What is this thing humans call friendship?


----------



## blue2 (May 20, 2013)

scarpia said:


> What is this thing humans call friendship?


I've seen it on tv a few people went to a holiday resort to drink alot of alcohol do embarrassing things and then get checked for stds and maybe someone gets their penis bitten off :stu is that it


----------



## Cletis (Oct 10, 2011)

I get attached to my online friends and miss them when they don't post for a while. It's natural, I think.


----------



## arja (May 16, 2015)

It`s possible.


----------



## AllieG (Feb 20, 2014)

I wish I had more online friends. They really do help if you are a lonely loner in real life such as myself.


----------



## Memories of Silence (May 15, 2015)

Yes, and I think you can get to know people online better than you did in person if you already knew them, too. I think the more time you spend with them online, the closer you'll get.

I have known some of my online friends for 10 years from another forum I went on, but a lot of people lost contact after it closed, and others deleted me from Facebook for no reason. Those were some of the best friends I'd made there.

The bad thing is that they can delete you for no reason, or move on from you and find new friends and forget about you. The friendship can end very suddenly.


----------



## KILOBRAVO (Sep 17, 2011)

Conviction07 said:


> I kind of feel like having online friends is like beating a video game. You feel like you've accomplished something until you get off the computer and realize in reality it means nothing.


I SEE what you mean.... but I dont agree totally.

remember that the person you spoke to is a real person, with real feelings, ideas, thoughts, and problems and humor, and they have interacted with you on at least a basic level. .... if you can manage to talk to them by voice over skype or something.... then this adds more dimension to it at least and if you have seen their picture also helps slightly.

you are interacting with a real person..... a computer game is 100% virtual....it cant interact or talk to you like a real person.

so there is a difference between in interaction with a sterile computer and interacting with a REAL person using a computer as the means of that communication.

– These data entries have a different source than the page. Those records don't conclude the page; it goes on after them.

def _only(study_file, keep, tmp_path):
    """A copy of the synthetic study reduced to one oddball file (``keep``, relative)."""
    root = tmp_path / "one"
    src = study_file.parent
    for rel in [keep] + ([keep.replace(".vhdr", ".vmrk"), keep.replace(".vhdr", ".eeg")] if keep.endswith(".vhdr")
                         else []):
        (root / rel).parent.mkdir(parents=True, exist_ok=True)
        shutil.copy(src / rel, root / rel)
    shutil.copy(src / "participants.tsv", root / "participants.tsv")
    text = (src / "study.toml").read_text(encoding="utf-8")
    site = keep.split("/")[1]
    lines, section = [], None
    for line in text.splitlines():
        if line.startswith("["):
            section = line
        if section and section.startswith("[sites.") and not section.startswith((f"[sites.{site}]",
                                                                                 f"[sites.{site}.")):
            continue          # other sites go
        if section and section.startswith(f"[sites.{site}.markers.") and "oddball" not in section:
            continue          # and the other paradigms
        if f"raw/{site}/" in line:
            if "oddball" not in line:
                continue
            line = line.split("=")[0] + f'= "{keep}"'
        lines.append(line)
    text = "\n".join(lines) + "\n"
    for other in ("clicktrain", "rest"):
        text = text.replace(f'[[analyses]]\nparadigm = "{other}"\nfeature_sets = ["{other}-core"]\n', "")
    (root / "study.toml").write_text(text, encoding="utf-8")
    return root / "study.toml"


def _truncate(path, share=0.9):
    import os

    size = os.path.getsize(path)
    os.truncate(path, int(size * share) // 256 * 256)


@pytest.mark.parametrize("keep, data, words", [
    ("raw/birch/sub-B01/sub-B01_task-oddball_eeg.edf", ".edf", "Number of records from the header"),
    ("raw/alder/sub-A01/sub-A01_task-oddball_eeg.vhdr", ".eeg", "outside data range")])
def test_a_truncated_file_is_flagged_with_the_readers_words_and_what_is_missing(synth_files, tmp_path, capsys,
                                                                                  keep, data, words):
    # Before: mne's warnings were hidden (verbose="error") and a file cut to 90 % got the
    # verdict of the intact one; markers past the end were dropped without a word.
    study = _only(synth_files, keep, tmp_path)
    _truncate(study.parent / keep.replace(Path(keep).suffix, data))
    code, out, err = _run(["check", str(study)], capsys)
    assert "warning:" in out and "truncated: holds" in out and words in out and "1 with warnings" in out
    code, out, err = _run(["-q", "run", str(study)], capsys)
    qc = json.loads(next((study.parent / "derivatives").rglob("*_qc.json")).read_text(encoding="utf-8"))
    flags = {f["code"]: f for f in qc["flags"]}
    assert flags["truncated-file"]["level"] == "caution" and qc["verdict"] in ("caution", "unusable")
    assert "missing" in flags["truncated-file"]["message"]
    share = float(flags["truncated-file"]["message"].split("(")[1].split("%")[0])
    assert 5 <= share <= 15              # cut to 90 % of the bytes: about 10 % of the time
    assert words in flags["reader-warning"]["message"]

I value on-line people to a degree.... but you have to be strict with yourself.. and not go too attached. because if you get extremely attached you risk being hurt a lot if your communication is broken..


----------



## Potato Girl (Jul 22, 2013)

I definitely think so. But at the same time I want a 'hey it's the middle of the night and I'm dragging you out to go to some random place on an adventure!' type friend which you can't really get if they're online :/


----------



## Jade18 (Mar 6, 2011)

I have only one really good friend online
and i seriously love that guy and think ill be devasted when our paths will part


----------



## SummerRae (Nov 21, 2013)

Only got my one important one now. So yes, I think you can. Just because they can't be there physically doesn't mean they can't be there for you in a time of need or just to talk.


----------



## Persephone The Dread (Aug 28, 2010)

I think there are benefits to real life communication that you can't get from online communication, especially through text, but I think you can make genuine friends online. It seems no less likely than in real life at least and you certainly can talk to a wider range of people online if you want to.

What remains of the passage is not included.